The RFModel stores the RandomForestModel, and the featureIndex and featureCategoricalIntMap:

1
2
3
4
5
6
7
class RFModel(
  val forest: RandomForestModel,
  val featureIndex: Map[String, Int],
  val featureCategoricalIntMap: Map[String, Map[String, Int]]
) extends Serializable {
  ...
}

predict(...)

predict is called when you send a JSON query to http://localhost:8000/queries.json. PredictionIO converts the query, such as '{ "landingPageId" : "example.com/page9", "referrerId" : "referrer10.com", "browser": "Firefox" }' to the Query class you defined previously in Engine.scala.

The predict() function does the following:

  1. convert the Query to the required feature vector input
  2. use the RandomForestModel to predict the probability of conversion given this feature.
1
2
3
4
5
6
7
8
9
10
11
12
13
14
15
16
17
18
19
20
21
22
23
24
25
26
27
28
29
30
31
32
33
34
35
36
37
38
39
40
41
42
43
44
45
46
47
48
49
  ...

  def predict(model: RFModel, query: Query): PredictedResult = {

    val featureIndex = model.featureIndex
    val featureCategoricalIntMap = model.featureCategoricalIntMap

    val landingPageId = query.landingPageId
    val referrerId = query.referrerId
    val browser = query.browser

    // look up categorical feature Int for landingPageId
    val landingFeature = lookupCategoricalInt(
      featureCategoricalIntMap = featureCategoricalIntMap,
      feature = "landingPage",
      value = landingPageId,
      default = ""
    ).toDouble


    // look up categorical feature Int for referrerId
    val referrerFeature = lookupCategoricalInt(
      featureCategoricalIntMap = featureCategoricalIntMap,
      feature = "referrer",
      value = referrerId,
      default = ""
    ).toDouble

    // look up categorical feature Int for brwoser
    val browserFeature = lookupCategoricalInt(
      featureCategoricalIntMap = featureCategoricalIntMap,
      feature = "browser",
      value = browser,
      default = ""
    ).toDouble

    // create feature Array
    val feature = new Array[Double](model.featureIndex.size)
    feature(featureIndex("landingPage")) = landingFeature
    feature(featureIndex("referrer")) = referrerFeature
    feature(featureIndex("browser")) = browserFeature

    val score = model.forest.predict(Vectors.dense(feature))
    new PredictedResult(score)
  }

  ...

PredictionIO passes the returned PredictedResult object to Serving.

Serving

The serve method of class Serving processes predicted result. It is also responsible for combining multiple predicted results into one if you have more than one predictive model. Serving then returns the final predicted result.
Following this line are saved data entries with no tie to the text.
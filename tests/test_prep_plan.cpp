// Tests of prep/plan.hpp: measuring on training rows only, applying
// unchanged, raw rows, regression targets, and the byte format.
#include <doctest/doctest.h>

#include <cmath>
#include <sstream>
#include <string>
#include <string_view>
#include <type_traits>
#include <vector>

#include <tenon/prep/csv.hpp>
#include <tenon/prep/plan.hpp>
#include <tenon/prep/split.hpp>

#include "prep_test_support.hpp"

using prep_test::error_code_of;

namespace {

// A pump test bench: flow and pressure readings, the pump model, the
// machine it ran on, when, and the verdict (one verdict missing).
const char* const bench_csv = "flow,pressure,model,machine,when,verdict\n"
                              "10,1.0,A,m1,2024-01-01,ok\n"
                              "12,1.2,B,m1,2024-01-02,ok\n"
                              "NA,1.1,A,m2,2024-01-03,fault\n"
                              "14,NA,C,m2,2024-01-04,ok\n"
                              "16,1.6,B,m3,2024-01-05,\n"
                              "40,4.0,A,m3,2024-01-06,fault\n"
                              "42,4.2,D,m4,2024-01-07,ok\n"
                              "44,4.4,B,m4,2024-01-08,fault\n";

tenon::table bench_table() {
    std::istringstream in(bench_csv);
    return tenon::read_csv(in, {}, "bench.csv");
}

tenon::plan bench_plan() {
    tenon::feature_steps numeric;
    numeric.fill = tenon::fill_method::mean;
    numeric.missing_indicator = true;
    tenon::feature_steps pressure;
    pressure.fill = tenon::fill_method::median;
    pressure.scaling = tenon::scaling_method::min_max;
    pressure.indicator_if_missing_in_training = false;
    tenon::feature_steps model;
    model.unseen = tenon::unseen_policy::other_slot;
    tenon::plan p;
    p.set_default_steps(numeric)
        .set_steps("pressure", pressure)
        .set_steps("model", model)
        .set_role("machine", tenon::column_role::group)
        .set_role("when", tenon::column_role::time)
        .set_target("verdict", tenon::target_kind::classification);
    return p;
}

template <class P, class = void>
struct has_apply : std::false_type {};
template <class P>
struct has_apply<P,
                 std::void_t<decltype(std::declval<const P&>().template apply<float>(
                     std::declval<const tenon::table&>(), std::declval<const std::vector<std::size_t>&>()))>> : std::true_type {};

}  // namespace

TEST_CASE("an unmeasured plan cannot be applied: a different type without apply") {
    static_assert(!has_apply<tenon::plan>::value, "a plan must not be applicable before it is measured");
    static_assert(has_apply<tenon::measured_plan>::value, "a measured plan applies");
    static_assert(!std::is_default_constructible_v<tenon::measured_plan>, "a measured plan comes only from plan::measure or from_bytes");
    static_assert(!std::is_convertible_v<tenon::plan, tenon::measured_plan>);
    CHECK(has_apply<tenon::measured_plan>::value);
}

TEST_CASE("measuring: roles, feature layout, dropped target rows counted") {
    auto t = bench_table();
    const std::vector<std::size_t> train{0, 1, 2, 3, 4};
    auto m = bench_plan().measure(t, train);
    CHECK(m.dropped_training_rows() == 1);  // row 4 has no verdict
    CHECK(m.input_columns() == std::vector<std::string>{"flow", "pressure", "model"});
    CHECK(m.feature_names() == std::vector<std::string>{"flow", "flow#missing", "pressure", "model=A", "model=B", "model=C", "model=<other>"});
    CHECK(m.class_names() == std::vector<std::string>{"fault", "ok"});
    CHECK(m.group_column() == "machine");
    CHECK(m.time_column() == "when");
    // flow on training rows 0,1,3 (row 2 missing, row 4 dropped): 10 12 14.
    CHECK(m.feature_fill("flow").number == doctest::Approx(12.0));
    CHECK(m.feature_scaling("flow").center == doctest::Approx(12.0));
    CHECK(m.feature_scaling("flow").spread == doctest::Approx(std::sqrt(8.0 / 3.0)));
    // pressure on rows 0,1,2: 1.0 1.2 1.1; median 1.1; min-max over [1.0, 1.2].
    CHECK(m.feature_fill("pressure").number == doctest::Approx(1.1));
    CHECK(m.feature_scaling("pressure").spread == doctest::Approx(0.2));

    auto out = m.apply<double>(t, tenon::all_rows(t.row_count()));
    CHECK(out.dropped_missing_target == 1);
    CHECK(out.rows == std::vector<std::size_t>{0, 1, 2, 3, 5, 6, 7});
    REQUIRE(out.features.shape()[1] == 7);
    // Row 2: flow missing -> mean 12 -> z 0, indicator 1; model A.
    CHECK(out.features(2, 0) == doctest::Approx(0.0));
    CHECK(out.features(2, 1) == 1.0);
    CHECK(out.features(2, 3) == 1.0);
    // Row 3: pressure missing -> median 1.1 -> min-max 0.5.
    CHECK(out.features(3, 2) == doctest::Approx(0.5));
    // Table row 6 (index 5 of the output): model D unseen -> the other slot.
    CHECK(out.features(5, 6) == 1.0);
    CHECK(out.features(5, 3) + out.features(5, 4) + out.features(5, 5) == 0.0);
    // Targets: one-hot and indices agree.
    CHECK(out.classes[2] == 0);  // fault
    CHECK(out.targets(2, 0) == 1.0);
    CHECK(out.targets(0, 1) == 1.0);
}
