// `tenon train`: its options (one table for parsing and --help), the
// progress display, a holdout run or K-fold cross-validation, and the
// metrics, report and model files.
#include <algorithm>
#include <cmath>
#include <cstdint>
#include <cstdio>
#include <exception>
#include <filesystem>
#include <functional>
#include <limits>
#include <optional>
#include <ostream>
#include <string>
#include <utility>
#include <vector>

#include "tool_parts.hpp"

namespace tenon_cli {
namespace detail {
namespace {

tenon::activation parse_activation_option(const std::string& text) {
    // The tool spells names with hyphens, as command-line words usually are.
    const std::pair<const char*, tenon::activation> names[] = {{"relu", tenon::activation::relu},       {"leaky-relu", tenon::activation::leaky_relu},
                                                               {"elu", tenon::activation::elu},         {"tanh", tenon::activation::tanh},
                                                               {"sigmoid", tenon::activation::sigmoid}, {"softplus", tenon::activation::softplus},
                                                               {"gelu", tenon::activation::gelu}};
    for (const auto& n : names)
        if (text == n.first) return n.second;
    fail(cli_codes::option_value, "--activation '" + text + "': not one of relu, leaky-relu, elu, tanh, sigmoid, softplus, gelu");
}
PredictionIO will convert it to a JSON response automatically.

In MyLeadScoring/src/main/scala/Serving.scala,

1
2
3
4
5
6
7
8
9
10
class Serving extends LServing[Query, PredictedResult] {

  @transient lazy val logger = Logger[this.type]

  override
  def serve(query: Query,
    predictedResults: Seq[PredictedResult]): PredictedResult = {
    predictedResults.head
  }
}

When you send a JSON query to http://localhost:8000/queries.json, PredictedResult from all models will be passed to serve as a sequence, i.e. Seq[PredictedResult].

An engine can train multiple models if you specify more than one Algorithm component in object LeadScoringEngine inside Engine.scala and the corresponding parameters in engine.json. Since only one algorithm is implemented by default, this Seq contains one element.